/// Every screened unit as a cell, per layer, sorted by when it died (the earliest first,
/// units alive at the end last, in grey); a click selects the unit.
fn deaths_ui(ui: &mut egui::Ui, state: &mut AppState, tl: &Timeline, key_name: &str) {
    ui.horizontal(|ui| {
        ui.label(RichText::new("Units by when they died").small().strong());
        ui.weak("(dark: died early, pale: died late, grey: alive at the end; ringed: proven dead at the end; click to select)");
    });
    let n = tl.steps.len();
    for h in &tl.layers {
        let mut units: Vec<&UnitTimeline> = tl
            .units
            .iter()
            .filter(|u| u.layer_index == h.layer_index)
            .collect();
        units.sort_by_key(|u| (died_at(u).unwrap_or(u64::MAX), u.unit));
        ui.horizontal_wrapped(|ui| {
            ui.spacing_mut().item_spacing = egui::vec2(2.0, 2.0);
            ui.label(RichText::new(format!("{:>4}", h.layer)).monospace());
            for u in units {
                let died = died_at(u);
                let pos = died.and_then(|k| tl.steps.iter().position(|s| *s == k));
                let fill = pos.map_or(Color32::from_gray(90), |i| death_colour(i, n));
                let (rect, r) =
                    ui.allocate_exact_size(egui::vec2(CELL, CELL), egui::Sense::click());
                let selected = state.selection
                    == Some(Selection {
                        layer: u.layer_index,
                        unit: u.unit,
                    });
                ui.painter().rect_filled(rect, 1.0, fill);
                if u.last_status == Status::DeadProven {
                    ui.painter().rect_stroke(
                        rect.shrink(1.5),
                        1.0,
                        egui::Stroke::new(1.5, Color32::BLACK),
                        egui::StrokeKind::Inside,
                    );
                }
                if selected {
                    ui.painter().rect_stroke(
                        rect.expand(1.0),
                        1.0,
                        egui::Stroke::new(1.5, ui.visuals().strong_text_color()),
                        egui::StrokeKind::Outside,
                    );
                }
                let when = match died {
                    Some(k) => format!("dead from {key_name} {k} on"),
                    None => "alive at the end".to_string(),
                };
                let label = format!("{} unit {}: {when}", u.layer, u.unit);
                r.widget_info(|| {
                    egui::WidgetInfo::labeled(egui::Role::Button, true, label.clone())
                });
                if r.on_hover_text(label.as_str()).clicked() {
                    state.select(
                        Selection {
                            layer: u.layer_index,
                            unit: u.unit,
                        },
                        false,
                    );
                }
            }
        });
    }
}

§

> WORK TO BE COMPLETED:
Repeat only what lies between the first line of the data and the line containing "let died = died_at(u);", both of those lines included, exactly as it stands.

> WRITTEN ANSWER:
/// Every screened unit as a cell, per layer, sorted by when it died (the earliest first,
/// units alive at the end last, in grey); a click selects the unit.
fn deaths_ui(ui: &mut egui::Ui, state: &mut AppState, tl: &Timeline, key_name: &str) {
    ui.horizontal(|ui| {
        ui.label(RichText::new("Units by when they died").small().strong());
        ui.weak("(dark: died early, pale: died late, grey: alive at the end; ringed: proven dead at the end; click to select)");
    });
    let n = tl.steps.len();
    for h in &tl.layers {
        let mut units: Vec<&UnitTimeline> = tl
            .units
            .iter()
            .filter(|u| u.layer_index == h.layer_index)
            .collect();
        units.sort_by_key(|u| (died_at(u).unwrap_or(u64::MAX), u.unit));
        ui.horizontal_wrapped(|ui| {
            ui.spacing_mut().item_spacing = egui::vec2(2.0, 2.0);
            ui.label(RichText::new(format!("{:>4}", h.layer)).monospace());
            for u in units {
                let died = died_at(u);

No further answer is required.